Едва ли кто хуже жил в деревне, как Морозовы. Ребята бегали полураздетые, в одежде с чужого плеча. Не сладко жилось и жене Трофима Морозова – Татьяне Семеновне. Родня Морозовых попрекала ее, что она пришла в богатую семью из бедной хаты. Трофим Морозов плохо справлял хозяйство, в доме достатка не было. В комнате стояла кровать, прикрытая холщевым тряпьем. В кухне лежала куча соломы, на которой спали ребята.

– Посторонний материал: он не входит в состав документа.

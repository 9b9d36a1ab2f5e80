import { useState } from 'react';
import { useNavigate } from 'react-router-dom';
import { can } from '../../../shared/permissions';
import type { Role } from '../../../shared/schemas/common';
import type { BomState } from '../../../shared/schemas/boms';
import { isStaleVersion, STALE_VERSION_MESSAGE } from '../../../lib/stale-version';
import { describeError } from '../../../components/ui/error-state';
import { Button } from '../../../components/ui/button';
import { ConfirmDialog } from '../../../components/ui/confirm-dialog';
import { Dialog } from '../../../components/ui/dialog';
import { FormAlert } from '../../../components/ui/form-alert';
import { PageHeader } from '../../../components/ui/page-header';
import type { BomDetail } from '../api';
import { formatCount, formatPerUnit } from '../display';
import { useChangeBomState, useDeleteBom, useNewRevision } from '../hooks';
import { BomForm } from './bom-form';
import { DownloadWorkbookButton } from './download-workbook-button';
import { StateBadge } from './state-badge';

/**
 * The BOM page's heading: name, revision and state, and what the role may do next —
 * send to review, back to draft, release (owners), a new revision, the details.
 */
export function BomHeader({ bom, role }: { bom: BomDetail; role: Role }) {
  const navigate = useNavigate();
  const changeState = useChangeBomState(bom.id);
  const newRevision = useNewRevision(bom.id);
  const deleteBom = useDeleteBom();
  const [confirmRelease, setConfirmRelease] = useState(false);
  const [confirmDelete, setConfirmDelete] = useState(false);
  const [editing, setEditing] = useState(false);
  const [error, setError] = useState<string | null>(null);
  const mayWrite = can(role, 'boms.write');
  const mayRelease = can(role, 'boms.release');

  const move = (state: BomState) => {
    setError(null);
    changeState.mutate(
      { state, version: bom.version },
      {
        onSuccess: () => setConfirmRelease(false),
        onError: (e) => {
          setConfirmRelease(false);
          setError(isStaleVersion(e) ? STALE_VERSION_MESSAGE : describeError(e));
        },
      },
    );
  };

  const makeRevision = () => {
    setError(null);
    newRevision.mutate(undefined, {
      onSuccess: (next) => navigate(`/boms/${next.id}/lines`),
      onError: (e) => setError(describeError(e)),
    });
  };

  const actions = (
    <>
      {can(role, 'export') ? <DownloadWorkbookButton bomId={bom.id} revision={bom.revision} /> : null}
      {mayWrite && bom.state === 'draft' ? (
        <Button variant="secondary" pending={changeState.isPending} onClick={() => move('in_review')}>
          Send to review
        </Button>
      ) : null}
      {mayWrite && bom.state === 'in_review' ? (
        <Button variant="secondary" pending={changeState.isPending && !confirmRelease} onClick={() => move('draft')}>
          Back to draft
        </Button>
      ) : null}
      {mayRelease && bom.state === 'in_review' ? <Button onClick={() => setConfirmRelease(true)}>Release</Button> : null}
      {mayWrite ? (
        <Button variant={bom.state === 'released' ? 'primary' : 'secondary'} pending={newRevision.isPending} onClick={makeRevision}>
          New revision
        </Button>
      ) : null}
      {mayWrite && bom.state !== 'released' ? (
        <Button variant="quiet" onClick={() => setEditing(true)}>
          Details
        </Button>
      ) : null}
    </>
  );

  return (
    <>
      <PageHeader
        title={bom.name}
        description={
          <span className="flex flex-wrap items-center gap-x-3 gap-y-1">
            <span>Revision {bom.revision}</span>
            <StateBadge state={bom.state} />
            <span>{bom.reportingCurrency}</span>
            <span>Planned {formatCount(bom.plannedQty)} units</span>
            <span>Target {bom.targetUnitCost ? `${formatPerUnit(bom.targetUnitCost)} per unit` : 'not set'}</span>
          </span>
        }
        actions={actions}
      />
      {error ? (
        <div className="mb-4">
          <FormAlert>{error}</FormAlert>
        </div>
      ) : null}
      {bom.state === 'released' ? (
        <div className="mb-4">
          <FormAlert tone="info">
            Revision {bom.revision} is released and read-only{bom.releasedAt ? ` (released ${bom.releasedAt.slice(0, 10)})` : ''}.
            {mayWrite ? ' Make a new revision to change it.' : ''}
          </FormAlert>
        </div>
      ) : null}
      <ConfirmDialog
        open={confirmRelease}
        title={`Release revision ${bom.revision}?`}
        confirmLabel="Release"
        pending={changeState.isPending}
        onCancel={() => setConfirmRelease(false)}
        onConfirm={() => move('released')}
      >
        A released revision is final: its lines and costs can no longer change. Later changes go into a new revision.
      </ConfirmDialog>
      <Dialog open={editing} title="BOM details" onClose={() => setEditing(false)}>
        <BomForm bom={bom} onCancel={() => setEditing(false)} onDone={() => setEditing(false)} />
        <div className="mt-2 flex items-center justify-between gap-3 border-t border-rule pt-4">
          <p className="text-sm text-muted">Deleting removes this revision and its lines.</p>
          <Button variant="danger" size="sm" onClick={() => setConfirmDelete(true)}>
            Delete revision
          </Button>
        </div>
      </Dialog>
      <ConfirmDialog
        open={confirmDelete}
        title={`Delete revision ${bom.revision} of ${bom.name}?`}
        confirmLabel="Delete revision"
        pending={deleteBom.isPending}
        error={deleteBom.error ? describeError(deleteBom.error) : null}
        onCancel={() => setConfirmDelete(false)}
        onConfirm={() =>
          deleteBom.mutate(bom.id, {
            onSuccess: () => {
              const other = bom.revisions.filter((r) => r.id !== bom.id).at(-1);
              navigate(other ? `/boms/${other.id}/lines` : '/boms', { replace: true });
            },
          })
        }
      >
        Its lines and saved snapshots go with it. This cannot be undone.
      </ConfirmDialog>
    </>
  );
}
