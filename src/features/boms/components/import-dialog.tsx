import { useId, useState } from 'react';
import { progressPercent, type UploadProgress } from '../../../lib/upload';
import { Button } from '../../../components/ui/button';
import { describeError } from '../../../components/ui/error-state';
import { Dialog } from '../../../components/ui/dialog';
import { FormAlert } from '../../../components/ui/form-alert';
import { ProgressBar } from '../../../components/ui/progress-bar';
import { SelectField } from '../../../components/ui/select-field';
import { Tag } from '../../../components/ui/tag';
import type { ImportPreview } from '../api';
import { useImportLines } from '../hooks';

type Mapping = Record<string, string | null>;

/**
 * Lines from a spreadsheet, in four steps: choose the file, watch it upload, say which
 * column holds what, check the preview (per-row problems, matched and unresolved rows),
 * then import every row in one go — or none, if any row has a problem.
 */
export function ImportDialog({ bomId, open, onClose, onImported }: { bomId: string; open: boolean; onClose: () => void; onImported: (count: number) => void }) {
  return (
    <Dialog
      open={open}
      onClose={onClose}
      size="xl"
      title="Import lines"
      description="A CSV or XLSX file with a header row. Rows are matched to library parts by MPN or internal PN; rows that match none come in as unresolved lines to resolve in the grid."
    >
      <ImportSteps bomId={bomId} onClose={onClose} onImported={onImported} />
    </Dialog>
  );
}

function ImportSteps({ bomId, onClose, onImported }: { bomId: string; onClose: () => void; onImported: (count: number) => void }) {
  const importLines = useImportLines(bomId);
  const fileId = useId();
  const [file, setFile] = useState<File | null>(null);
  const [progress, setProgress] = useState<UploadProgress | null>(null);
  const [preview, setPreview] = useState<ImportPreview | null>(null);
  const [mapping, setMapping] = useState<Mapping | null>(null);
  const [error, setError] = useState<string | null>(null);
  const busy = importLines.isPending;

  const run = (chosen: File, withMapping: Mapping | null, commit: boolean) => {
    setError(null);
    setProgress({ loaded: 0, total: chosen.size || null });
    importLines.mutate(
      { file: chosen, mapping: withMapping ?? undefined, commit, onProgress: setProgress },
      {
        onSuccess: (result) => {
          setProgress(null);
          if (commit) {
            onImported(result.imported ?? result.totalRows);
            onClose();
            return;
          }
          setPreview(result);
          setMapping(result.mapping);
        },
        onError: (e) => {
          setProgress(null);
          setError(describeError(e));
        },
      },
    );
  };

  const columnOptions = [{ value: '', label: 'Not in this file' }, ...(preview?.columns ?? []).map((c) => ({ value: c, label: c }))];
  const mappedFields = preview ? preview.fields.filter((f) => mapping?.[f.name]) : [];
  const blocked = !preview || preview.mappingProblems.length > 0 || preview.problemRows > 0 || preview.totalRows === 0;

  return (
    <div className="flex flex-col gap-5">
      {error ? <FormAlert>{error}</FormAlert> : null}

      <div className="flex flex-wrap items-end gap-3">
        <div className="flex flex-col gap-1">
          <label htmlFor={fileId} className="text-sm font-medium">
            Spreadsheet file (CSV or XLSX)
          </label>
          <input
            id={fileId}
            type="file"
            accept=".csv,.xlsx,text/csv,application/vnd.openxmlformats-officedocument.spreadsheetml.sheet"
            disabled={busy}
            className="text-sm file:mr-3 file:h-9 file:rounded-md file:border file:border-rule file:bg-surface file:px-3 file:text-sm file:font-medium"
            onChange={(event) => {
              const chosen = event.target.files?.[0] ?? null;
              setFile(chosen);
              setPreview(null);
              setMapping(null);
              if (chosen) run(chosen, null, false);
            }}
          />
        </div>
      </div>

      {progress ? <ProgressBar label={`Uploading ${file?.name ?? 'the file'}`} percent={progressPercent(progress)} /> : null}

      {preview && mapping && file ? (
        <>
          <fieldset className="flex flex-col gap-3">
            <legend className="text-base font-semibold">Columns</legend>
            <p className="text-sm text-muted">Which column of the file holds each field. Quantity per unit and one of MPN, internal PN or description are needed.</p>
            <div className="grid gap-3 sm:grid-cols-4">
              {preview.fields.map((field) => (
                <SelectField
                  key={field.name}
                  label={`${field.label}${field.required ? ' (required)' : ''}`}
                  options={columnOptions}
                  value={mapping[field.name] ?? ''}
                  disabled={busy}
                  onChange={(event) => {
                    const next = { ...mapping, [field.name]: event.target.value || null };
                    setMapping(next);
                    run(file, next, false);
                  }}
                />
              ))}
            </div>
            {preview.mappingProblems.length ? (
              <FormAlert>
                {preview.mappingProblems.map((p) => p.message.charAt(0).toUpperCase() + p.message.slice(1)).join('. ')}.
              </FormAlert>
            ) : null}
          </fieldset>

          <section aria-labelledby={`${fileId}-preview`} className="flex flex-col gap-3">
            <h3 id={`${fileId}-preview`} className="text-base font-semibold">
              Preview
            </h3>
            <ul className="flex flex-wrap gap-x-6 gap-y-1 text-sm">
              <li>
                <span className="font-semibold tabular-nums">{preview.totalRows}</span> rows
              </li>
              <li>
                <span className="font-semibold tabular-nums">{preview.matchedRows}</span> matched to a part
              </li>
              <li>
                <span className="font-semibold tabular-nums">{preview.unresolvedRows}</span> unresolved
              </li>
              <li className={preview.problemRows ? 'font-medium text-brick' : ''}>
                <span className="font-semibold tabular-nums">{preview.problemRows}</span> with problems
              </li>
            </ul>
            {preview.problemRows ? (
              <FormAlert>Fix the rows with problems in the file (or choose other columns): nothing is imported while any row has one.</FormAlert>
            ) : null}
            {preview.rows.length ? (
              <div className="max-h-80 overflow-auto rounded-lg border border-rule">
                <table aria-label="Import preview" className="w-full border-collapse text-sm">
                  <thead className="sticky top-0 bg-surface">
                    <tr>
                      <th scope="col" className="border-b border-rule px-2 py-1.5 text-right text-xs font-semibold text-muted uppercase">
                        Row
                      </th>
                      {mappedFields.map((f) => (
                        <th key={f.name} scope="col" className="border-b border-rule px-2 py-1.5 text-left text-xs font-semibold text-muted uppercase">
                          {f.label}
                        </th>
                      ))}
                      <th scope="col" className="border-b border-rule px-2 py-1.5 text-left text-xs font-semibold text-muted uppercase">
                        Part
                      </th>
                      <th scope="col" className="border-b border-rule px-2 py-1.5 text-left text-xs font-semibold text-muted uppercase">
                        Problems and warnings
                      </th>
                    </tr>
                  </thead>
                  <tbody>
                    {preview.rows.map((row) => (
                      <tr key={row.row} className={`border-b border-rule/60 ${row.problems.length ? 'bg-brick/5' : ''}`}>
                        <td className="num px-2 py-1 text-muted">{row.row}</td>
                        {mappedFields.map((f) => (
                          <td key={f.name} className="max-w-48 truncate px-2 py-1">
                            {row.values[f.name] ?? ''}
                          </td>
                        ))}
                        <td className="px-2 py-1">
                          {row.matched ? <Tag tone="ok">{row.matched === 'mpn' ? 'Matched by MPN' : 'Matched by internal PN'}</Tag> : <Tag tone="warning">Unresolved</Tag>}
                        </td>
                        <td className="px-2 py-1">
                          {row.problems.map((p) => (
                            <p key={p.field} className="font-medium text-brick">
                              {p.field}: {p.message}
                            </p>
                          ))}
                          {row.warnings.map((w) => (
                            <p key={w} className="text-copper-dark">
                              {w}
                            </p>
                          ))}
                        </td>
                      </tr>
                    ))}
                  </tbody>
                </table>
              </div>
            ) : null}
            {preview.totalRows > preview.rows.length ? (
              <p className="text-xs text-muted">The preview shows the first {preview.rows.length} rows; the counts cover all {preview.totalRows}.</p>
            ) : null}
          </section>
        </>
      ) : null}

      <div className="flex justify-end gap-2">
        <Button variant="secondary" onClick={onClose} disabled={busy}>
          Cancel
        </Button>
        {preview && file ? (
          <Button disabled={blocked} pending={busy} onClick={() => run(file, mapping, true)}>
            Import {preview.totalRows} line{preview.totalRows === 1 ? '' : 's'}
          </Button>
        ) : null}
      </div>
    </div>
  );
}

Герасимовские кулаки сговорились избрать председателем сельского совета Трофима Морозова. Они часто приглашали его в гости, поили вином, подкупали. Отец Павлика был избран председателем сельсовета. На следующий день Павлик прибежал в школу к учительнице и радостно сказал:

– Зоя Александровна! Запишите меня в пионеры. Теперь отец противиться не будет.

Павлик ходил в школу в рваном полушубке, из-под которого виднелась холщевая рубашка, завязанная у ворота тесемками. Пуговиц никогда не знала его одежда.

Вечером в доме Морозовых разыгралась первая сцена. Мать увидела на сыне красный пионерский галстук и с тревогой сказала:

– Ох, Пашка, не показывайся отцу. Убьет он тебя.

– Не убьет, – ответил Павлик. – Он теперь председатель.

Пришел Трофим Морозов, взглянул на сына, спросил:

– Кто тебе велел записаться в пионеры? Ишь, какой коммунист нашелся… Неси, мать, вечерять.

Семья села за стол. Татьяна несла ужин. Трофим Морозов сурово сказал сыну:

– Пошел из-за стола, щенок! Я коммунистов не кормлю.

Павлик замешкался. Тогда отец ударил его по лицу и толкнул на мать, которая держала в руках сковородку с горячим салом.

Павлик слег в постель. Ребята в школе ходили подавленные. Среди них не было веселого товарища, ласкового ко всем, верховода забав и игр. Он лежал, завернутый в тряпье, и никому не говорил о том, что его избил отец. Навещали друзья из пионерского отряда, рассказывали об отряде, о работе, о школе, а он со слезами на глазах отвертывался к стене. Ребята приходили не часто: Трофим выгонял пионеров.

Все чаще и чаще Трофим Морозов являлся домой пьяный, забросил сельсоветские дела. Почти каждый день к нему приходили Кулокановы, дед Мороз и другие кулаки. Вся тяжесть забот по дому легла на Павлика. На приглашения ребят поиграть Павлик отвечал:

– Некогда мне, ребята. За сеном нужно, дров напилить. Отцу ведь некогда.

Отец окончательно спился и продался кулакам. Он приходил домой, выгонял ребят и жестоко избивал жену. Есть в доме было нечего. Избитая мать ходила по деревне, по знакомым и просила то пару картошин, то брюквы, чтобы накормить ребятишек.

И вот однажды ночью Павлик стал свидетелем торговли отца с одним из кулаков из-за справки. Кулак просил справку о том, что он бедняк, совал в руки Трофиму червонцы, вытащил из кармана водку. Трофим продал ему справку.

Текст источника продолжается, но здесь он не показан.